The insertion losses at the operating frequency of the device were tracked to detect the impact of increasing heavy metal concentration, varying from 10⁻¹¹ M to 10⁻³ M. The results presented in Figure 14 indicate that at the lowest mercury concentration tested ([Hg²⁺] = 10⁻¹¹ M), no significant variation in insertion loss was observed (about −0.03 dB). However, while the concentration of mercury increased from 10⁻¹⁰ M up to 10⁻³ M, the gain peak values decreased distinguishably compared with the peak corresponding to the deionized water (DI, blank). The loss was −3.3 dB at 10⁻¹⁰ M and −10.8 dB at 10⁻³ M (Figure 14A). On the other hand, the equiphase frequencies were slightly shifted toward lower frequencies with increasing mercury concentration. The frequency value at 0° in phase changed from 117.28 MHz at 10⁻¹⁰ M to 117.25 MHz at 10⁻³ M, which led to a phase shift of 30 kHz (Figure 14B).

The gain (dB) and phase (°) spectra realized with the EPS-functionalized acoustic sensor for the detection of cadmium metal are illustrated in Figure 15. Similarly, the results clearly show that an increase in the cadmium concentration induces a decrease in the acoustic wave amplitude (Figure 15A). Again, the frequency also shifted toward low frequencies, as can be observed from the phase curves (Figure 15B), corresponding to a decrease in the acoustic wave velocity. No significant variation in the insertion loss was observed (about −0.1 dB) at a concentration of cadmium of 10⁻¹¹ M. The additional insertion losses evaluated with reference to water were −0.7 dB at 10⁻¹⁰ M to −3.6 dB at 10⁻³ M. The frequency value at 0° in phase shifted from 117.558 MHz at 10⁻¹⁰ M to 117.553 MHz at 10⁻³ M, representing a six times lower detection limit for cadmium than mercury ions.

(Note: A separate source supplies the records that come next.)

/**
 * Regression guard for engine speed work — NOT a physics check. The reference figures in
 * tests/fixtures/regression/engine-regression.json were frozen from the engine itself (scripts/engine-regression.ts)
 * before the solvers were made faster; this test only shows that faster solvers give the same answer.
 * The physics is checked against outside sources (ASHRAE, CTI, psychrolib, hand calculations) in the
 * other engine tests.
 *
 * Tolerances: yearly energy per component, makeup, evaporation and life-cycle cost within 0.01 % (1e-4
 * relative, with a floor of 1e-4 of the option's total energy for small components); mean condensing
 * temperature within 0.005 K; unmet and dry-mode hours within 2 h (an hour at the edge of the set-point
 * tolerance may flip); the cleaning optimum within 0.1 %.
 */
import { readFileSync } from "node:fs";
import { resolve } from "node:path";
import { describe, expect, it, vi } from "vitest";
import { FIXTURES } from "./helpers";
import { REGRESSION_CASES, type RegressionFigures, regressionFigures } from "./regression-cases";

vi.setConfig({ testTimeout: 120_000 });

const frozen = JSON.parse(readFileSync(resolve(FIXTURES, "regression", "engine-regression.json"), "utf8")) as Record<string, RegressionFigures>;

describe("engine regression guard (frozen from the engine itself; physics is tested elsewhere)", () => {
  for (const [name, load] of REGRESSION_CASES) {
    it(`${name}: per-option yearly totals unchanged`, () => {
      const want = frozen[name];
      expect(want, `no frozen figures for ${name}`).toBeDefined();
      const got = regressionFigures(load());
      expect(Object.keys(got).sort()).toEqual(Object.keys(want ?? {}).sort());
      for (const [optionId, row] of Object.entries(want ?? {})) {
        const g = got[optionId] ?? {};
        const totalKWh = Math.abs(row["kWh.total"] ?? 0);
        for (const [key, w] of Object.entries(row)) {
          const v = g[key];
          const where = `${name} / ${optionId} / ${key}`;
          if (w === null || v === null || v === undefined) {
            expect(v ?? null, where).toBe(w);
            continue;
          }
          let tol: number;
          if (key === "meanCondensingC") tol = 0.005;
          else if (key === "unmetHours" || key === "dryModeHours") tol = 2;
          else if (key === "optimalCleaningIntervalMonths") tol = 1e-3 * Math.abs(w);
          else if (key.startsWith("kWh.")) tol = Math.max(1e-4 * Math.abs(w), 1e-4 * totalKWh, 1e-6);
          else tol = Math.max(1e-4 * Math.abs(w), 1e-6);
          expect(Math.abs(v - w), `${where}: ${v} vs frozen ${w}`).toBeLessThanOrEqual(tol);
        }
      }
    });
  }
});
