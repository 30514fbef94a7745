import { describe, expect, it, vi } from "vitest";
import { analyzeScenario, physicsOf, prepareScenario, rerunPhysics } from "@/lib/engine";
import { designHeatRejectionKW, linearLoadFraction } from "@/lib/engine/duty";
import type { ScenarioInput } from "@/lib/engine/input";
import { psychroCounters } from "@/lib/engine/psychrometrics";
import type { OptionAnnualPhysics } from "@/lib/engine/types";
import { fixtureInput } from "./helpers";

// Whole-year runs and property tests: generous time on a shared CI machine.
vi.setConfig({ testTimeout: 60_000 });

const hourly = fixtureInput("scenario-hourly.json");
const bins = fixtureInput("scenario-bins.json");
const noEconomicsRuns = (s: ScenarioInput): ScenarioInput => ({ ...s, sensitivity: undefined, monteCarlo: undefined });
const hourlyPhysics = physicsOf(prepareScenario(hourly));
const binPhysics = physicsOf(prepareScenario(bins));
const rel = (a: number, b: number) => Math.abs(a - b) / Math.max(1, Math.abs(b));

function checkBalances(p: OptionAnnualPhysics) {
  // Standard mass balance M = E + B + D, closed in every month (each month sums its hours/bins).
  for (const m of p.monthly) {
    const w = m.waterM3;
    expect(Math.abs(w.makeup - w.evaporation - w.blowdown - w.drift)).toBeLessThanOrEqual(1e-9 * Math.max(1, w.makeup));
  }
  const w = p.waterM3;
  expect(Math.abs(w.makeup - w.evaporation - w.blowdown - w.drift)).toBeLessThanOrEqual(1e-9 * w.makeup);
  const sum = (f: (m: OptionAnnualPhysics["monthly"][number]) => number) => p.monthly.reduce((a, m) => a + f(m), 0);
  expect(rel(sum((m) => m.energyKWh.total), p.energyKWh.total)).toBeLessThan(1e-12);
  expect(rel(sum((m) => m.waterM3.makeup), p.waterM3.makeup)).toBeLessThan(1e-12);
  expect(rel(p.energyKWhByMonthHour.reduce((a, b) => a + b, 0), p.energyKWh.total)).toBeLessThan(1e-9);
  const e = p.energyKWh;
  expect(rel(e.fan + e.condenserPump + e.secondaryPump + e.sprayPump + e.basinHeater + e.compressor, e.total)).toBeLessThan(1e-12);
}

describe("annual composition", () => {
  it("covers the whole year and closes the water balance in every month, both fixtures", () => {
    for (const p of [...hourlyPhysics, ...binPhysics]) {
      expect(p.hoursTotal).toBeCloseTo(8760, 6);
      expect(p.energyKWhByMonthHour).toHaveLength(288);
      expect(p.monthly).toHaveLength(12);
      checkBalances(p);
    }
  });

  it("heat rejected equals the duty served in every hour (hourly, linear-in-dry-bulb profile)", () => {
    const q = designHeatRejectionKW(hourly.duty);
    if (hourly.climate.source !== "hourly" || hourly.duty.loadProfile.kind !== "linearInDryBulb") throw new Error("fixture changed");
    const lp = hourly.duty.loadProfile;
    const duty = hourly.climate.dryBulbC.reduce(
      (a, db) => a + q * linearLoadFraction(db, lp.lowDryBulbC, lp.fractionAtLowDryBulb, lp.highDryBulbC, lp.fractionAtHighDryBulb),
      0,
    );
    for (const p of hourlyPhysics) expect(rel(p.heatRejectedKWh, duty)).toBeLessThan(1e-12);
  });

  it("heat rejected equals the duty served in every bin (per-bin profile)", () => {
    if (bins.climate.source !== "wetBulbBins" || bins.duty.loadProfile.kind !== "perBin") throw new Error("fixture changed");
    const fr = bins.duty.loadProfile.fractions;
    const duty = bins.climate.bins.reduce((a, b, i) => a + 1500 * (fr[i] ?? 0) * b.hours, 0);
    for (const p of binPhysics) expect(rel(p.heatRejectedKWh, duty)).toBeLessThan(1e-12);
  });

  // Standard mass balance: M = E·C/(C − 1) when blowdown is positive in every hour (drift 0.005 % is far below it).
  it("makeup = E·C/(C − 1) with the entered cycles", () => {
    for (const p of binPhysics) {
      const c = 5;
      expect(rel(p.waterM3.makeup, (p.waterM3.evaporation * c) / (c - 1))).toBeLessThan(1e-9);
      expect(p.cyclesOfConcentration).toBeCloseTo(5, 9);
    }
  });

  // Common practice, no source: over a year 60–100 % of the heat leaves as latent heat (E·hfg/Q).
  it("evaporation carries a plausible share of the heat", () => {
    for (const p of hourlyPhysics.filter((x) => x.kind !== "closedCircuitCooler")) {
      const latent = (p.waterM3.evaporation * 998.2 * 2450) / (p.heatRejectedKWh * 3600);
      expect(latent).toBeGreaterThan(0.6);
      expect(latent).toBeLessThan(1.0);
    }
  });

  it("the cooler runs dry part of the year and then evaporates nothing; it uses less water than the towers", () => {
    const cooler = hourlyPhysics.find((p) => p.kind === "closedCircuitCooler");
    const tower = hourlyPhysics.find((p) => p.kind === "openTowerDirect");
    expect(cooler?.dryModeHours).toBeGreaterThan(500);
    expect(cooler?.waterM3.evaporation).toBeLessThan(tower?.waterM3.evaporation ?? 0);
    expect(cooler?.energyKWh.sprayPump).toBeLessThan(5.5 * (8760 - (cooler?.dryModeHours ?? 0)) + 1e-6);
  });

  it("fixed set-point: condensing never below the set-point; above the clean reference only in unmet hours", () => {
    for (const p of hourlyPhysics) {
      expect(p.meanCondensingC).toBeGreaterThanOrEqual(35 - 1e-9);
      expect(p.meanReferenceCondensingC).toBeLessThanOrEqual(p.meanCondensingC + 1e-9);
      if (p.unmetHours === 0) expect(p.compressorAboveCleanReferenceKWh).toBe(0);
    }
  });

  it("floating head: the exchanger's approach costs compressor energy against the clean reference", () => {
    const plate = binPhysics.find((p) => p.kind === "openTowerPlateHx");
    const direct = binPhysics.find((p) => p.kind === "openTowerDirect");
    expect(plate?.compressorAboveCleanReferenceKWh).toBeGreaterThan(0);
    expect((plate?.meanCondensingC ?? 0) - (plate?.meanReferenceCondensingC ?? 0)).toBeGreaterThan(0.3);
    expect(direct?.optimalCleaningIntervalMonths).toBeGreaterThan(1);
    expect(direct?.cleaningsPerYear).toBe(1);
    expect(plate?.cleaningsPerYear).toBe(0.5);
  });

  it("re-runs scale with the load and change only water with the cycles", () => {
    const base = physicsOf(prepareScenario(bins));
    const less = rerunPhysics(bins, { loadFactor: 0.8 });
    const cyc = rerunPhysics(bins, { cyclesOfConcentration: 4 });
    base.forEach((p, i) => {
      expect(rel(less[i]?.heatRejectedKWh ?? 0, 0.8 * p.heatRejectedKWh)).toBeLessThan(1e-12);
      expect(cyc[i]?.energyKWh.total).toBeCloseTo(p.energyKWh.total, 6);
      expect(cyc[i]?.waterM3.blowdown).toBeGreaterThan(p.waterM3.blowdown);
      expect(cyc[i]?.waterM3.evaporation).toBeCloseTo(p.waterM3.evaporation, 6);
    });
  });

  it("a handful of saturated-enthalpy evaluations per hour and option", () => {
    const prepared = prepareScenario(hourly);
    psychroCounters.saturatedEnthalpyCalls = 0;
    physicsOf(prepared);
    const perHourOption = psychroCounters.saturatedEnthalpyCalls / (8760 * 3);
    expect(perHourOption).toBeLessThan(30);
  });
});

describe("warnings", () => {
  it("cycles beyond a chemistry limit, a bin table not summing to a year, an implausibly small approach", () => {
    const doc: ScenarioInput = structuredClone(noEconomicsRuns(bins));
    doc.water = { ...doc.water, cyclesMode: "entered", cyclesOfConcentration: 9 };
    if (doc.climate.source !== "wetBulbBins") throw new Error("fixture changed");
    doc.climate.bins = doc.climate.bins.map((b) => ({ ...b, hours: b.hours / 2 }));
    const o = doc.options[0];
    if (o?.kind !== "openTowerDirect") throw new Error("fixture changed");
    o.tower = { ...o.tower, leavingWaterC: 25.5, enteringWaterC: 30.5 };
    o.condenser = { ...o.condenser, designCondensingC: 32 };
    const codes = analyzeScenario(doc).warnings.map((w) => w.code);
    expect(codes).toContain("water.cyclesBeyondChemistryLimit");
    expect(codes).toContain("climate.hoursNotAYear");
    expect(codes).toContain("tower.approachImplausiblySmall");
  });

  it("the full analysis returns physics, economics and a climate summary", () => {
    const r = analyzeScenario(noEconomicsRuns(bins));
    expect(r.physics).toHaveLength(3);
    expect(r.economics.options).toHaveLength(3);
    expect(r.climateSummary.hours).toBe(8760);
    expect(r.engineVersion).toMatch(/^\d+\.\d+\.\d+$/);
  });
});
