const compressorDataCurveSchema = z
  .object({
    evaporatingC: num.min(-60).max(30),
    points: z.array(compressorDataPointSchema).min(3, "enter at least three condensing temperatures").max(12),
  })
  .superRefine((c, ctx) => {
    for (let i = 1; i < c.points.length; i++) {
      const a = c.points[i - 1];
      const b = c.points[i];
      if (a && b && !(b.condensingC > a.condensingC))
        ctx.addIssue({ code: "custom", path: ["points", i, "condensingC"], message: "condensing temperatures must rise from point to point" });
      else if (a?.cop !== undefined && b?.cop !== undefined && !(b.cop < a.cop))
        ctx.addIssue({ code: "custom", path: ["points", i, "cop"], message: "the COP must fall as the condensing temperature rises" });
      else if (a?.powerKW !== undefined && b?.powerKW !== undefined && a.refrigerationKW === undefined && b.refrigerationKW === undefined && !(b.powerKW > a.powerKW))
        ctx.addIssue({ code: "custom", path: ["points", i, "powerKW"], message: "the power must rise with the condensing temperature" });
    }
  });

export const compressorModelSchema = z.discriminatedUnion("kind", [
  z.object({ kind: z.literal("refrigerantCycle"), refrigerant: z.enum(["R717", "R134a"]).optional() }),
  z.object({
    kind: z.literal("manufacturer"),
    curves: z
      .array(compressorDataCurveSchema)
      .min(1)
      .max(2, "one or two suction temperatures")
      .refine((cs) => cs.length < 2 || cs[0]?.evaporatingC !== cs[1]?.evaporatingC, { message: "the two suction temperatures must differ" }),
  }),
  z.object({
    kind: z.literal("percentPerK"),
    percentPerK: num.gt(0).max(10),
    floorFraction: num.min(0).max(1).default(d("duty.compressorModel.floorFraction")),
  }),
  z.object({ kind: z.literal("carnotFraction") }),
]);

export const dutySchema = z
  .object({
    designBasis: z.enum(["heatRejection", "refrigeration"]),
    designHeatRejectionKW: positive.max(1e6).optional(),
    designRefrigerationLoadKW: positive.max(1e6).optional(),
    designCop: num.gt(0.5).max(20),
    evaporatingC: num.min(-60).max(30),
    condensingSetPointC: num.min(10).max(70),
    minimumCondensingC: num.min(0).max(70),
    headPressureControl: z.enum(["fixedSetPoint", "floating"]).default(d("duty.headPressureControl")),
    loadProfile: loadProfileSchema.default(() => ({ ...d("duty.loadProfile") })),
    compressorModel: compressorModelSchema.default(() => ({ ...d("duty.compressorModel") })),
    refrigerant: z.enum(REFRIGERANTS).default(d("duty.refrigerant")),
  })
  .superRefine((v, ctx) => {
    if (v.designBasis === "heatRejection" && v.designHeatRejectionKW === undefined)
      ctx.addIssue({ code: "custom", path: ["designHeatRejectionKW"], message: "enter the design heat rejection (kW)" });
    if (v.designBasis === "refrigeration" && v.designRefrigerationLoadKW === undefined)
      ctx.addIssue({ code: "custom", path: ["designRefrigerationLoadKW"], message: "enter the design refrigeration load (kW)" });
    if (v.minimumCondensingC > v.condensingSetPointC)
      ctx.addIssue({ code: "custom", path: ["minimumCondensingC"], message: "the minimum condensing temperature must not exceed the set-point" });
    if (v.evaporatingC >= v.minimumCondensingC)
      ctx.addIssue({ code: "custom", path: ["evaporatingC"], message: "the evaporating temperature must be below the minimum condensing temperature" });
  });

const fanSchema = z
  .object({
    designPowerKW: positive.max(5000),
    control: z.enum(["variableSpeed", "twoSpeed", "cycling"]).default(d("options[].fan.control")),
    minSpeedFraction: num.gt(0).max(1).default(d("options[].fan.minSpeedFraction")),
    powerFloorFraction: num.min(0).max(0.5).default(d("options[].fan.powerFloorFraction")),
    lowSpeedFraction: num.gt(0).lt(1).default(d("options[].fan.lowSpeedFraction")),
    naturalDraftAirflowFraction: num.min(0).max(0.5).default(d("options[].fan.naturalDraftAirflowFraction")),
  })
  .refine((f) => f.naturalDraftAirflowFraction < f.minSpeedFraction, {
    message: "the fan-off (natural-draft) airflow must be below the minimum speed",
    path: ["naturalDraftAirflowFraction"],
  });

const pumpSchema = (head: number, eff: number) =>
  z.object({ headM: nonNegative.max(200).default(head), efficiency: efficiency.default(eff) });

/**
 * Basin heater. `belowDryBulbC` is the earlier name of the thermostat set-point (stored scenarios keep
 * it); the heat loss defaults to the rating spread over the set-point's margin above the sizing ambient.
 */
const basinHeaterSchema = z
  .object({
    powerKW: nonNegative.max(1000).default(d("options[].basinHeater.powerKW")),
    setPointC: num.min(0).max(30).optional(),
    /** @deprecated stored scenarios: read as `setPointC`. */
    belowDryBulbC: airC.optional(),
    heatLossKWPerK: nonNegative.max(100).optional(),
    drainedWhenIdle: z.boolean().default(d("options[].basinHeater.drainedWhenIdle")),
  })
  .transform(({ belowDryBulbC, setPointC, heatLossKWPerK, ...rest }) => {
    const setPoint = setPointC ?? Math.min(Math.max(belowDryBulbC ?? d("options[].basinHeater.setPointC"), 0), 30);
    return {
      ...rest,
      setPointC: setPoint,
      heatLossKWPerK: heatLossKWPerK ?? rest.powerKW / (setPoint - BASIN_HEATER_SIZING_AMBIENT_C),
    };
  });

/** The condenser's upkeep plan; every field defaults from its construction (condenser-construction.ts). */
const condenserUpkeepSchema = z.object({
  cleaningMethod: z.enum(CLEANING_METHODS).optional(),
  cleaningCostPerEvent: nonNegative.max(1e7).optional(),
  /** Years between inspections (eddy-current testing for tubes); 0 = none. */
  inspectionIntervalYears: z.number().finite().nonnegative().max(50).refine((v) => v === 0 || v >= 0.25, "Enter 0 (no separate inspection) or at least 0.25 yr.").optional(),
  inspectionCostPerEvent: nonNegative.max(1e7).optional(),
  /** Life of the wear part (tube bundle or gasket set), years. */
  wearPartLifeYears: z.number().finite().min(0.25).max(100).optional(),
  /** Cost of replacing the wear part; not counted until entered. */
  wearPartReplacementCost: nonNegative.max(1e8).optional(),
});

const condenserSchema = z
  .object({
    construction: z.enum(CONDENSER_CONSTRUCTIONS).default(d("options[].condenser.construction")),
    material: z.enum(CONDENSER_MATERIALS).optional(),
    designCondensingC: num.min(10).max(75),
    designEnteringWaterC: waterC.optional(),
    cleanUWPerM2K: positive.max(20000).optional(),
    designFoulingM2KPerW: nonNegative.max(0.005).default(d("options[].condenser.designFoulingM2KPerW")),
    foulingGrowthMultiplier: nonNegative.max(10).optional(),
    specificChargeKgPerKW: nonNegative.max(5).optional(),
    upkeep: condenserUpkeepSchema.prefault({}),
    waterSideResistanceFraction: num.gt(0).lt(1).default(d("options[].condenser.waterSideResistanceFraction")),
  })
  .refine((c) => c.designEnteringWaterC === undefined || c.designEnteringWaterC < c.designCondensingC, {
    message: "the design entering water must be colder than the design condensing temperature",
    path: ["designEnteringWaterC"],
  })
  // The clean coefficient the engine needs: entered, or the construction's default.
  .transform((c) => ({ ...c, cleanUWPerM2K: c.cleanUWPerM2K ?? CONDENSER_CONSTRUCTION_DEFAULTS[c.construction].cleanUWPerM2K.value }));

/**
 * One rating point of a tower selection (certified data at another flow, wet-bulb or fan speed): its L/G
 * comes from the airflow, else the fan power (fan laws), else the design airflow (fan at full speed).
 */
const towerRatingPointSchema = z
  .object({
    waterFlowKgPerS: positive.max(50000),
    enteringWaterC: waterC,
    leavingWaterC: waterC,
    wetBulbC: airC,
    airFlowKgPerS: positive.max(1e5).optional(),
    fanPowerKW: positive.max(5000).optional(),
  })
  .superRefine((r, ctx) => {
    if (r.leavingWaterC >= r.enteringWaterC)
      ctx.addIssue({ code: "custom", path: ["leavingWaterC"], message: "the leaving (cold) water must be colder than the entering (hot) water" });
    else if (r.leavingWaterC <= r.wetBulbC)
      ctx.addIssue({ code: "custom", path: ["leavingWaterC"], message: "a tower cannot cool water to or below the entering wet-bulb" });
    if (r.airFlowKgPerS !== undefined && r.fanPowerKW !== undefined)
      ctx.addIssue({ code: "custom", path: ["fanPowerKW"], message: "enter the airflow or the fan power, not both" });
  });

const towerSchema = z
  .object({
    waterFlowKgPerS: positive.max(50000),
    enteringWaterC: waterC,
    leavingWaterC: waterC,
    designWetBulbC: airC,
    designLiquidToGasRatio: num.gt(0.1).max(5).default(d("options[].tower.designLiquidToGasRatio")),
    characteristicExponent: num.min(0.2).max(1.2).default(d("options[].tower.characteristicExponent")),
    ratingPoints: z.array(towerRatingPointSchema).max(5, "enter at most five rating points").optional(),
  })
  .superRefine((t, ctx) => {
    if (t.leavingWaterC >= t.enteringWaterC)
      ctx.addIssue({ code: "custom", path: ["leavingWaterC"], message: "the leaving (cold) water must be colder than the entering (hot) water" });
    if (t.leavingWaterC <= t.designWetBulbC)
      ctx.addIssue({ code: "custom", path: ["leavingWaterC"], message: "a tower cannot cool water to or below the entering wet-bulb" });
  });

3.3.3. Sensitivity toward Heavy Metals by EPS-Functionalized Acoustic Sensor

In this study, statistical analyses were performed using a student test to investigate the impact of the heavy metal concentration on the variation in dB and the frequency shift. As can be observed in Figure 16, the Graesiella-EPS-functionalized acoustic sensor exhibited an especially significant dB loss with mercury when compared with cadmium at all tested concentrations (p < 0.05). The Love wave electrode without EPS showed no sensitivity toward heavy metals, even at the highest concentration. In this regard, such EPS-functionalized sensors are able to detect cadmium and mercury with higher sensitivity toward mercury. That could be related mainly to the higher molecular weight of mercury when compared with cadmium. It was indeed shown that the adsorbed mass affects the response of the acoustic Love wave sensing and, hence, improves sensitivity [21,35].

4. Conclusions

This paper highlights the affinity of extracellular polymeric substances (EPSs) of thermophilic microalgae to bind heavy metals and induce surface-changing properties that can be detected by electrochemical impedance spectroscopy and/or acoustic wave sensing. The gold electrode and Love wave sensors used in this study for electrochemical and acoustic sensing showed god analytical performance and a low detection limit of 10⁻¹⁰ M. In summary, EPS biosensors could be a potential alternative tool for the detection of low concentrations of heavy metals and, in particular, aqueous Cd (II) and Hg (II). The advantages of using EPSs from microalgae as sensor bioreceptors lie in their ease of obtaining and in their natural biodegradable character. Based on the variety of functional groups, with differences between several EPS from different algae, it can be envisioned as a new basis for a multisensory device associated with the appropriate signal processing, especially based on new tools of recent advances in artificial intelligence and machine learning. However, further investigations are needed on the possible interactions in the presence of a mixture of different metals, as well as in the presence of other organic contaminants, if one aims for their use in water biomonitoring.